| WHAT TO DO |
Among the lines below, copy exactly those from the one with "else rest[k] for" through the one with "one after the", counting both ends.

(Collected data)
▽

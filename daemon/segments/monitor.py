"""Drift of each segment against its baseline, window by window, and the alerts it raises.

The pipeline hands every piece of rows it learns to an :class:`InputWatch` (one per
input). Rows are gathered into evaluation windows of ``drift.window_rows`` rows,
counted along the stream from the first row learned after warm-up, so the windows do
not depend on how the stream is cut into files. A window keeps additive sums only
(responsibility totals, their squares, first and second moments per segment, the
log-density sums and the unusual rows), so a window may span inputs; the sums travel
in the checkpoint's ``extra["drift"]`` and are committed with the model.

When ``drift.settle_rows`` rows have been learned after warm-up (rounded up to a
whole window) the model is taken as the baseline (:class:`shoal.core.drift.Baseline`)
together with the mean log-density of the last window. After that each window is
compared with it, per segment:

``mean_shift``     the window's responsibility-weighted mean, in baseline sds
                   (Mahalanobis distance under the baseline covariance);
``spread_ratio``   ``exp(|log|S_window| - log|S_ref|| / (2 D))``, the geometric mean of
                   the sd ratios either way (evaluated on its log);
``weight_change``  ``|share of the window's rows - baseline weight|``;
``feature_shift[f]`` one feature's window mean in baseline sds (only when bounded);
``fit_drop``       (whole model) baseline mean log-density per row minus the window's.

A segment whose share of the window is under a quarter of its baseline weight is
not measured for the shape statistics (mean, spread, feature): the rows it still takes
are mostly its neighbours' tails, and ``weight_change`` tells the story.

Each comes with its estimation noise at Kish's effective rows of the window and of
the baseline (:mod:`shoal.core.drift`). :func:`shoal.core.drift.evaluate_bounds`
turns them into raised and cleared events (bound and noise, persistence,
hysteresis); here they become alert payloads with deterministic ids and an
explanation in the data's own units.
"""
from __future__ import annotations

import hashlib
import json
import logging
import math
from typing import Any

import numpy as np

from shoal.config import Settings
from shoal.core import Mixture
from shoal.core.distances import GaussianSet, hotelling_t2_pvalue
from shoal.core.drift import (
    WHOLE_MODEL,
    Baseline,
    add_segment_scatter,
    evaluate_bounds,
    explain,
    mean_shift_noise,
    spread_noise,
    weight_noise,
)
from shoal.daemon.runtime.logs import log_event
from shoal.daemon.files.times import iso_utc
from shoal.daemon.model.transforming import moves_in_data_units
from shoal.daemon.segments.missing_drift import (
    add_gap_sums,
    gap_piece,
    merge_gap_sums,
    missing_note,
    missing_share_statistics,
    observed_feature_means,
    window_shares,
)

△
▽

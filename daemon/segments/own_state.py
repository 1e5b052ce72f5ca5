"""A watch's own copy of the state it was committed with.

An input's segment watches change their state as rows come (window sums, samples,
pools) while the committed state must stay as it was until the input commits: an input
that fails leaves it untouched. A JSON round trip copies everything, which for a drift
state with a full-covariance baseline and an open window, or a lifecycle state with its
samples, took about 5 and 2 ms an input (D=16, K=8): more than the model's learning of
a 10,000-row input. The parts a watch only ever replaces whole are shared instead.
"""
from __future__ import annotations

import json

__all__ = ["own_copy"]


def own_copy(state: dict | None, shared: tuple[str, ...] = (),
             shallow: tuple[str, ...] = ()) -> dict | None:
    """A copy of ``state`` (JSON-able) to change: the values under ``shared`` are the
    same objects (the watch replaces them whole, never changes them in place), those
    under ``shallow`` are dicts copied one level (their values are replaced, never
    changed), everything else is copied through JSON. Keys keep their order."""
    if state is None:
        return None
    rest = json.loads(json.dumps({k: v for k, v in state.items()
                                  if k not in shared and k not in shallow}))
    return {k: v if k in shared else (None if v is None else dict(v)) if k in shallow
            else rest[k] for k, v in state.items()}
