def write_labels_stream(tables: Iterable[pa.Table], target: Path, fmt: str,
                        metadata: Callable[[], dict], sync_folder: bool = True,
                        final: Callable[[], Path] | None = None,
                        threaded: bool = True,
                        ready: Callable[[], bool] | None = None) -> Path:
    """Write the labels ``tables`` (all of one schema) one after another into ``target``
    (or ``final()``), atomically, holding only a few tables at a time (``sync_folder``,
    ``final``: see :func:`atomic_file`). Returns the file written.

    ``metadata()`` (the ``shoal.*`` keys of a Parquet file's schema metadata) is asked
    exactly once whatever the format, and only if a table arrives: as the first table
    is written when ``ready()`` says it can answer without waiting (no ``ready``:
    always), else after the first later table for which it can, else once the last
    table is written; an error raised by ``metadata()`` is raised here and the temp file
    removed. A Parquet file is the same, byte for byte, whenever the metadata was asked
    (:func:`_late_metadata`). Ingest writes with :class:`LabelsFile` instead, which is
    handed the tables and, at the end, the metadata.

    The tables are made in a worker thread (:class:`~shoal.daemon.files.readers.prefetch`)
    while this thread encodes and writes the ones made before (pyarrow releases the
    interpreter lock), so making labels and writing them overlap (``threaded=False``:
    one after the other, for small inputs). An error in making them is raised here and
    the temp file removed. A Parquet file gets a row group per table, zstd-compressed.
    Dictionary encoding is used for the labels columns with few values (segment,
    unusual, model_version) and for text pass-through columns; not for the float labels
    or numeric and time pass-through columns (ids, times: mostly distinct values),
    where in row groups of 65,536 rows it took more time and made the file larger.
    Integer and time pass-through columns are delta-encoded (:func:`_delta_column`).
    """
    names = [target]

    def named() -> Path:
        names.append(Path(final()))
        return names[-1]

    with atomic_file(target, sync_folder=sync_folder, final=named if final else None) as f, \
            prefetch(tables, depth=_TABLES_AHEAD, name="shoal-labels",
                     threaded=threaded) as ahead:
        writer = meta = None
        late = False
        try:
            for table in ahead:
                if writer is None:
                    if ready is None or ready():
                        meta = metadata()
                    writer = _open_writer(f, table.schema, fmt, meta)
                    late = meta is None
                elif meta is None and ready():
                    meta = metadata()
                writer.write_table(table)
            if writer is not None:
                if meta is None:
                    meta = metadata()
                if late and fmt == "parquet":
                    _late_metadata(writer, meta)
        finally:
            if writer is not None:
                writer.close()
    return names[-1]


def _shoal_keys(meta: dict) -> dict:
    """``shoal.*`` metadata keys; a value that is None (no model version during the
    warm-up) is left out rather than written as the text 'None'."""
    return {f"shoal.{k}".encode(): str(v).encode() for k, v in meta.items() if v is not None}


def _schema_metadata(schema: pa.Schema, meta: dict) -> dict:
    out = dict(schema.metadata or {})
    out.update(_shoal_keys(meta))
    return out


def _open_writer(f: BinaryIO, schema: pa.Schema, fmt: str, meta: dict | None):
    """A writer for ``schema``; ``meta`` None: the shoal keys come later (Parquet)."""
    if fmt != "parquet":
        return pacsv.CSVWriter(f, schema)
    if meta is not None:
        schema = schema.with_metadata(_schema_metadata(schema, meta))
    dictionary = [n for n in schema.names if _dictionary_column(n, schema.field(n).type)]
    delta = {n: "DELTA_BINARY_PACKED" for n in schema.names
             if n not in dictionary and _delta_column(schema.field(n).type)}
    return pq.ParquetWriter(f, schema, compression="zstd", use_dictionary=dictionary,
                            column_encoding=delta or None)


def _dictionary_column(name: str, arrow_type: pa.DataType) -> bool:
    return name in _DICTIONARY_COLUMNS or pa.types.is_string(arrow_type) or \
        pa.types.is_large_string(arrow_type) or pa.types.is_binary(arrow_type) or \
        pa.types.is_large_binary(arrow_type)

△
▽

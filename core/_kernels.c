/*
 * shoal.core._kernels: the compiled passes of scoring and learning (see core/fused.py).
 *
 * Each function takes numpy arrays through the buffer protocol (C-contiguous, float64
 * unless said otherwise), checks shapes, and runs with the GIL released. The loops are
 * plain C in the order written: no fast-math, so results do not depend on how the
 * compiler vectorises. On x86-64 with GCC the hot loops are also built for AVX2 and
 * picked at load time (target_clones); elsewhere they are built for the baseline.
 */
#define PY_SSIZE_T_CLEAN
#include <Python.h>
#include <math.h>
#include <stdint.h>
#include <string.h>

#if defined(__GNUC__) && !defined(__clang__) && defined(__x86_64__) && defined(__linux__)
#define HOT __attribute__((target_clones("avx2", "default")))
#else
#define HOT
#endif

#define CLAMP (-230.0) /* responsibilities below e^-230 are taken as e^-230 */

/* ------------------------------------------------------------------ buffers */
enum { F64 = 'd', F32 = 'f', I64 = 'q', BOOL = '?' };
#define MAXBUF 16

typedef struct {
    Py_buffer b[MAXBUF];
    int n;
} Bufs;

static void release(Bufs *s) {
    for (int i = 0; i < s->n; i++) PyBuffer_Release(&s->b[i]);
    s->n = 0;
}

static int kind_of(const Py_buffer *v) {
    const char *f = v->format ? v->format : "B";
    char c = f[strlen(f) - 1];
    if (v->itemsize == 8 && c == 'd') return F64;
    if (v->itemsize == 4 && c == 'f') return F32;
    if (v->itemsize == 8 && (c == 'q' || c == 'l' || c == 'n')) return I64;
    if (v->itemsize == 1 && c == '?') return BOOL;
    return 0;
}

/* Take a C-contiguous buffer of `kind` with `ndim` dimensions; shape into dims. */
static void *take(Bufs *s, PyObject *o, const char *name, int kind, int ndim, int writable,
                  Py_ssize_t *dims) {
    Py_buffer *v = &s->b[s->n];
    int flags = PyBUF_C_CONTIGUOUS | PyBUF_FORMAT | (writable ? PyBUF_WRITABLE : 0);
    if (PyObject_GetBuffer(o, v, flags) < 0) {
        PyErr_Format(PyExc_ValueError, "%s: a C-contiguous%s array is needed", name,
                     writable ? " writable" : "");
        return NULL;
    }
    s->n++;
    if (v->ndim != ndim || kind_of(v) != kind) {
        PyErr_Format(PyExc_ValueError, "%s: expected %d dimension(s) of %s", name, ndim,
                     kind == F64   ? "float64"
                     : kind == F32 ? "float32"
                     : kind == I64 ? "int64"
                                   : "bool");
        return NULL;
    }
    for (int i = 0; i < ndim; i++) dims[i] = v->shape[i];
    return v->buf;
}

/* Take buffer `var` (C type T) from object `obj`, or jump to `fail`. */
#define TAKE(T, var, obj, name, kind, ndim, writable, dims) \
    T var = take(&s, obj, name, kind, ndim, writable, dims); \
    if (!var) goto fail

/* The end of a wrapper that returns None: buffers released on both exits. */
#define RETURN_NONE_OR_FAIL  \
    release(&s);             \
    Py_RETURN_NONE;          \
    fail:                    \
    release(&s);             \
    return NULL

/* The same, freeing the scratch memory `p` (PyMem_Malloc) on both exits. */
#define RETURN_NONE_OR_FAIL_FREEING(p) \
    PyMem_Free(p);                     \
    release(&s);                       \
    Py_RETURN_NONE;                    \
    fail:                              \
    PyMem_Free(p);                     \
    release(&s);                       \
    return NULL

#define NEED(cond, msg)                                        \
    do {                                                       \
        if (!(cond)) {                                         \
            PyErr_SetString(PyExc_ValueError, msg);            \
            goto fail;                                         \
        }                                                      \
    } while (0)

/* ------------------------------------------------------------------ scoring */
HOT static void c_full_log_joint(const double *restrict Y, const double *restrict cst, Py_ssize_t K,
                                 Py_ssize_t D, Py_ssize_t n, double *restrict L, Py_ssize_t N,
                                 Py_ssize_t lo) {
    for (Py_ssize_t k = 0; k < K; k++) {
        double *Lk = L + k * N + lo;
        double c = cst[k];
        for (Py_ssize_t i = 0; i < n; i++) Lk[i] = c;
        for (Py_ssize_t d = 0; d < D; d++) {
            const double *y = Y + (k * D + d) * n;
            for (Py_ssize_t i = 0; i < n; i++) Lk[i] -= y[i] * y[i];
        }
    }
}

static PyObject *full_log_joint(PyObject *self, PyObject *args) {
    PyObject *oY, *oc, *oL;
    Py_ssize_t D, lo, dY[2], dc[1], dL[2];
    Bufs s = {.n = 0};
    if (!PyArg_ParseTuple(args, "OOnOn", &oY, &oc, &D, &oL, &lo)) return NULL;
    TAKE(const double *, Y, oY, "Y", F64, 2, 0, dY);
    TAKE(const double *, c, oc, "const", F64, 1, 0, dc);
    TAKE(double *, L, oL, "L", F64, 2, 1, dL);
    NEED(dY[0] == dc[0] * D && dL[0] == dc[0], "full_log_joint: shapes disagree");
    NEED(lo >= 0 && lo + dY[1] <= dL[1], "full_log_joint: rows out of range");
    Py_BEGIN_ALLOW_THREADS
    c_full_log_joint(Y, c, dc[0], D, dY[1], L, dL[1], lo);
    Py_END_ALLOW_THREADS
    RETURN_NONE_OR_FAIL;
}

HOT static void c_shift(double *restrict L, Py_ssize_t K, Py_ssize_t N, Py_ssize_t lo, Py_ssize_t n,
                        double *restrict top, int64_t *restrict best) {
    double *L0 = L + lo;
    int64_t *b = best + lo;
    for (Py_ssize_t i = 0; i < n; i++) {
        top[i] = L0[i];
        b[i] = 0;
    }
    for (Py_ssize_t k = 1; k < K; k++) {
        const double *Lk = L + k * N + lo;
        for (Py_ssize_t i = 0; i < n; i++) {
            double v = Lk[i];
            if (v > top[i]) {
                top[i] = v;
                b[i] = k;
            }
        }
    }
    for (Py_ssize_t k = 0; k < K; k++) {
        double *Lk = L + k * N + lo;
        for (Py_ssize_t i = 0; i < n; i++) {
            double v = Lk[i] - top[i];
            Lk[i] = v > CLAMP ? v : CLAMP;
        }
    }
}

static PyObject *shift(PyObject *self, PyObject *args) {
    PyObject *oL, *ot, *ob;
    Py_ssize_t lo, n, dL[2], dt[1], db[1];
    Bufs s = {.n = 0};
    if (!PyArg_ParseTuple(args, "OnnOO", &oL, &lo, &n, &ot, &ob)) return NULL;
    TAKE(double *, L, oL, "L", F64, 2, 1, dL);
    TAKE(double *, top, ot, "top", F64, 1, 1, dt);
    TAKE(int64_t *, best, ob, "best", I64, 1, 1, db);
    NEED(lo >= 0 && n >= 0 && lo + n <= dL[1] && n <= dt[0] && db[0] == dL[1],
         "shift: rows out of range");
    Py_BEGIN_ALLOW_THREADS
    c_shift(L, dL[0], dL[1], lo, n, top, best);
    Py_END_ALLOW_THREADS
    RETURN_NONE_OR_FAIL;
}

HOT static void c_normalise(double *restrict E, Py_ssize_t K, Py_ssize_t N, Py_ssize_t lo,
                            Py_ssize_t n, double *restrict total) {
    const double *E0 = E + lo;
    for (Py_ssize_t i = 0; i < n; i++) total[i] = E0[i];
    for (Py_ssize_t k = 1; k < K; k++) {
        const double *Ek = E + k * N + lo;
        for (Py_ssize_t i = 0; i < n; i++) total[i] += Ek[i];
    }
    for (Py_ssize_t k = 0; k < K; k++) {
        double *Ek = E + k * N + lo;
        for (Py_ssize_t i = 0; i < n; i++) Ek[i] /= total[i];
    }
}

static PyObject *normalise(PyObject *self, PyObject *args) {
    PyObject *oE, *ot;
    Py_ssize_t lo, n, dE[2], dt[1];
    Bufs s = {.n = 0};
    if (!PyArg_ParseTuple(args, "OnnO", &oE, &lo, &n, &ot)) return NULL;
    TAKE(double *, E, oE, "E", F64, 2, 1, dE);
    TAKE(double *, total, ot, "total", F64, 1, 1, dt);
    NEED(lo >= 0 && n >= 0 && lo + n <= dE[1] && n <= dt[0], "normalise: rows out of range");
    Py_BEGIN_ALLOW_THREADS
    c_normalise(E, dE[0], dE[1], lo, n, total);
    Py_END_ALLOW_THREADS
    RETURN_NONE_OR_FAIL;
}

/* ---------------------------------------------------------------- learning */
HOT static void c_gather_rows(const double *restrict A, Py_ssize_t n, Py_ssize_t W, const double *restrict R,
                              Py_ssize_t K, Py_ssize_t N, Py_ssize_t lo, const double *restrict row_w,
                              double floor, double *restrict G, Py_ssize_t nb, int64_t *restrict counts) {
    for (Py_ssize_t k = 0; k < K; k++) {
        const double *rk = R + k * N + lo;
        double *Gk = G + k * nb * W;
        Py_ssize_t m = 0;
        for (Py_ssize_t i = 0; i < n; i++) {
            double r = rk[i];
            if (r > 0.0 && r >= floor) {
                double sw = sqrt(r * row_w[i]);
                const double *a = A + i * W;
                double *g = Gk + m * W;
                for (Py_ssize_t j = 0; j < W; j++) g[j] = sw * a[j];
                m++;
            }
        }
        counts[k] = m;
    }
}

△

| WRITTEN SOLUTION |
            else rest[k] for k, v in state.items()}
def write_labels_stream(tables: Iterable[pa.Table], target: Path, fmt: str,
                        metadata: Callable[[], dict], sync_folder: bool = True,
                        final: Callable[[], Path] | None = None,
                        threaded: bool = True,
                        ready: Callable[[], bool] | None = None) -> Path:
    """Write the labels ``tables`` (all of one schema) one after another into ``target``
    (or ``final()``), atomically, holding only a few tables at a time (``sync_folder``,
    ``final``: see :func:`atomic_file`). Returns the file written.

    ``metadata()`` (the ``shoal.*`` keys of a Parquet file's schema metadata) is asked
    exactly once whatever the format, and only if a table arrives: as the first table
    is written when ``ready()`` says it can answer without waiting (no ``ready``:
    always), else after the first later table for which it can, else once the last
    table is written; an error raised by ``metadata()`` is raised here and the temp file
    removed. A Parquet file is the same, byte for byte, whenever the metadata was asked
    (:func:`_late_metadata`). Ingest writes with :class:`LabelsFile` instead, which is
    handed the tables and, at the end, the metadata.

    The tables are made in a worker thread (:class:`~shoal.daemon.files.readers.prefetch`)
    while this thread encodes and writes the ones made before (pyarrow releases the
    interpreter lock), so making labels and writing them overlap (``threaded=False``:
    one after the other, for small inputs). An error in making them is raised here and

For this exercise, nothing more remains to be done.